Laurence could not see her face, it was behind the duffle coat. He felt exasperated by Caroline’s seeming to take Mrs Hogg’s part, if only that little bit.
‘We’ve known her for twenty-odd years. We know her better than you do, dear. She’s vicious.
She snapped back at him. And so, in his need for their relations to return to a nice normal, he said peaceably, ‘Yes, I suppose old Georgina means well. But she’s done a lot of harm one way and another, and this time she’s gone too far. We can’t have Grandmother tormented at her time of life, no matter what mischief the old lady’s up to. We can’t, can we?’ So Laurence tried to calm her testiness and engage her sympathy.
Caroline did soften down. But she surprised him when she declared vehemently, ‘I don’t know that Mrs Hogg wants to torment your grandmother. I don’t really think your grandmother is involved in any suspicious activity. I think you’re imagining it all, on the strength of a few odd coincidences.’
It was strange. Normally, Laurence’s concession, his ‘Yes, I suppose old Georgina means well’ should have evoked something quite agreeable from Caroline.
So he tried again. ‘There’s something else to be considered. That clue I got from Eleanor’s cigarette case. I’m sure the crest is the same as Georgina’s. There is some connexion between Georgina and this Hogarth couple, I’m convinced of it.’
She did not reply.
‘Strange, wasn’t it, my discerning that crest, quite by chance?’
‘By chance.’ Caroline repeated the words on a strained pitch.
‘I mean, said Laurence obligingly, but misunderstanding her, ‘that God led me to it, God bless him. Well, it’s a small world. We just bump into Eleanor and —’
‘Laurence,’ said Caroline, ‘I don’t think I’m going to be much help to you at Ladylees. I’ve had enough holiday-making. I’ll stay for a couple of days but I want to get back to London and do some work, actually. Sorry to change my mind but —’

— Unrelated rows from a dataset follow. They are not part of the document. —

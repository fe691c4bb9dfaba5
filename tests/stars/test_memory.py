"""A frame that clouds thin out is solved with stars learned from the frames before it; hot pixels are not learned."""

from __future__ import annotations

from dataclasses import fields, replace

import numpy as np
import pytest

from imaging.stars.memory import LEARNED
from imaging.stars.solve import Hint, solve_detections
from planner.errors import NoSolutionError

SHIFTS = ((0.0, 0.0), (20.0, -15.0), (41.0, -25.0), (60.0, -40.0))


@pytest.fixture(scope="module")
def sequence(drawn):
    """A field of a telescope of 1000 mm, its hot pixels, and a way to shift one and not the other."""
    rig = drawn.RIGS["1000 mm, APS-C"]
    rng = np.random.default_rng([3, 5])
    field = drawn.draw(rig, rng)
    stars = drawn.detections_of(field)
    hot = rng.uniform(0, 1, (25, 2)) * (field.width_px, field.height_px)

    def frame(shift, seen):
        x, y = stars.x_px + shift[0], stars.y_px + shift[1]
        on = (x > 3) & (x < field.width_px - 4) & (y > 3) & (y < field.height_px - 4) & seen
        x, y = x + rng.normal(0, stars.sigma_x_px), y + rng.normal(0, stars.sigma_y_px)
        moved = replace(stars, x_px=x, y_px=y).take(np.flatnonzero(on))
        still = replace(stars.take(np.arange(len(hot))), x_px=hot[:, 0], y_px=hot[:, 1])
        names = [one.name for one in fields(moved) if np.ndim(getattr(moved, one.name)) == 1]
        both = {name: np.concatenate([getattr(moved, name), getattr(still, name)]) for name in names}
        return replace(moved, **both).take(np.argsort(-both["flux_adu"]))

    near = tuple(float(v) for v in np.degrees([np.arctan2(*field.center[1::-1]), np.arcsin(field.center[2])]))
    everything = np.ones(len(stars), dtype=bool)
    solution = None
    for shift in SHIFTS[:3]:
        hint = Hint((near[0] % 360, near[1]), rig.scale_arcsec_px) if solution is None else Hint()
        solution = solve_detections(frame(shift, everything), drawn.TT_S, "bottom", hint, solution)
    matched = np.column_stack([solution.matched.x_px, solution.matched.y_px]) - SHIFTS[2]
    places = np.column_stack([stars.x_px, stars.y_px])
    known = (np.linalg.norm(places[:, None] - matched[None], axis=2) < 2).any(axis=1)
    clouded = (rng.random(len(stars)) < 0.5) & ~known
    clouded[np.flatnonzero(known)[:2]] = True  # two stars of the catalogue shine through
    return field, solution, frame(SHIFTS[3], clouded), hot


def test_without_them_two_catalogue_stars_are_too_few(drawn, sequence):
    _, before, frame, _ = sequence
    with pytest.raises(NoSolutionError, match="from the previous frame"):
        solve_detections(frame, drawn.TT_S, "bottom", Hint(), replace(before, memory=None))


def test_with_them_it_points_where_the_sequence_points(drawn, sequence):
    field, before, frame, _ = sequence
    solution = solve_detections(frame, drawn.TT_S, "bottom", Hint(), before)
    assert solution.how == "previous"
    assert (solution.matched.index == LEARNED).sum() > 50
    assert solution.matched.name.count("learned") == (solution.matched.index == LEARNED).sum()
    truth = replace(field, axis_px=(field.axis_px[0] + SHIFTS[3][0], field.axis_px[1] + SHIFTS[3][1]))
    assert drawn.model_error_px(solution, truth)[0] < 0.3
    # what was learned is no better known than the frames that taught it
    assert solution.sigma_px_at(3000, 2000) >= 0.5 * before.sigma_px_at(3000, 2000)


def test_what_stands_still_on_the_sensor_is_no_star(sequence):
    _, before, _, hot = sequence
    sure = before.memory.first_px[before.memory.moved]
    near_hot = (np.linalg.norm(sure[:, None] - hot[None], axis=2) < 0.5).any(axis=1)
    assert before.memory.moved.sum() > 100
    assert near_hot.sum() <= 1
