"""The false-alarm probability that is stated is true: counted on points strewn at random."""

from __future__ import annotations

import re
from dataclasses import replace

import numpy as np
import pytest

from imaging.stars.brightness import fit_brightness
from imaging.stars.refine import field_of
from imaging.stars.solve import Hint, solve_detections
from imaging.stars.verify import Evidence, Tally
from planner.errors import NoSolutionError

SHAPE = (4000, 6000)


def chance_field(rng, count, clumped=False):
    places = rng.uniform(0, 1, (count, 2)) * SHAPE[::-1]
    if clumped:
        places[: count // 2] = np.array(SHAPE[::-1]) / 2 + rng.normal(0, 300, (count // 2, 2))
    magnitude = -rng.exponential(1.0, count)
    return field_of(*places.T, np.full(count, 0.05), magnitude, np.zeros(count, bool), SHAPE)


@pytest.mark.parametrize(("count", "clumped"), [(40, False), (400, False), (400, True)])
def test_stars_put_down_at_random_speak_for_nothing_on_average(count, clumped):
    """The mean of a likelihood ratio under chance is one at most, so that a product of them is a test martingale."""
    rng = np.random.default_rng(count)
    catalogue = rng.uniform(8, 11, 6)
    bright = fit_brightness(catalogue - 11.0 + rng.normal(0, 0.2, 6), catalogue, np.zeros(6, bool))
    ratios = []
    for _ in range(60):
        field = chance_field(rng, count, clumped)
        x, y = rng.uniform(0, SHAPE[1], 50), rng.uniform(0, SHAPE[0], 50)
        ratio, _, occupied = field.tested(
            x, y, np.full(50, 60.0), bright, rng.uniform(8, 11, 50), np.arange(3)
        )
        ratios.append(ratio[~occupied].mean())
    assert np.mean(ratios) < 1.0 + 3 * np.std(ratios) / np.sqrt(len(ratios))
    assert np.mean(ratios) > 0.2  # and it is no empty test: something is met


def test_hypotheses_that_agree_add_up_and_others_do_not():
    class Match:
        def __init__(self, pairs, log_ratio):
            self.detection, self.star = np.arange(pairs), np.arange(pairs)
            self.evidence = Evidence()
            self.evidence.log_ratio = self.evidence.log_ratio + log_ratio

    names = np.arange(100)
    tally, share = Tally(), np.log(0.1)
    first, _ = tally.add(Match(4, 10.0), names, share)
    again, best = tally.add(Match(5, 10.0), names, share)
    other, _ = tally.add(Match(5, 10.0), names + 1000, share)
    assert again == pytest.approx(first - np.log10(2.0))
    assert other == pytest.approx(first)
    assert len(best.star) in (4, 5)


@pytest.mark.slow
def test_of_many_random_frames_few_state_a_small_probability(drawn):
    """Of N frames of random points at most t N may have a pointing that states less than t; none is accepted."""
    rig = drawn.RIGS["1000 mm, APS-C"]
    template = drawn.detections_of(drawn.draw(drawn.RIGS["400 mm, 36x24"], np.random.default_rng(1)))
    stated = []
    for seed in range(40):
        rng = np.random.default_rng([seed, 4])
        count = int(rng.integers(8, 120))
        places = rng.uniform(0, 1, (count, 2)) * (rig.width_px, rig.height_px)
        flux = np.sort(10 ** rng.uniform(2, 5, count))[::-1]
        found = replace(
            template.take(np.arange(count)), x_px=places[:, 0], y_px=places[:, 1], flux_adu=flux, width_px=rig.width_px,
            height_px=rig.height_px,
        )  # fmt: skip
        near = rng.uniform(0, 360), float(np.degrees(np.arcsin(rng.uniform(-1, 1))))
        with pytest.raises(NoSolutionError) as none:
            solve_detections(found, drawn.TT_S, "bottom", Hint(near, rig.scale_arcsec_px, 0.005, parity=1))
        stated.append(min(int(power) for power in re.findall(r"best chance 1e(-?\d+)", str(none.value))))
    for power in (1, 2, 3):  # told to the nearest power of ten
        limit = 10 ** -(power - 0.5)
        most = len(stated) * limit
        assert np.sum(np.array(stated) <= -power) <= most + 3 * np.sqrt(most) + 1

‘Go to hell,’ Laurence said. ‘Kindly go to hell.’
After that they stopped at a pub. When they resumed their journey Caroline began patiently to state her case. They had lost half an hour, and Laurence drove swiftly into Sussex.
‘From my point of view it’s clear that you are getting these ideas into your head through the influence of a novelist who is contriving some phoney plot. I can see clearly that your mind is working under the pressure of someone else’s necessity, and under the suggestive power of some irresponsible writer you are allowing yourself to become an amateur sleuth in a cheap mystery piece.’
‘How do you know the plot is phoney?’ he said, which was rather sweet of him.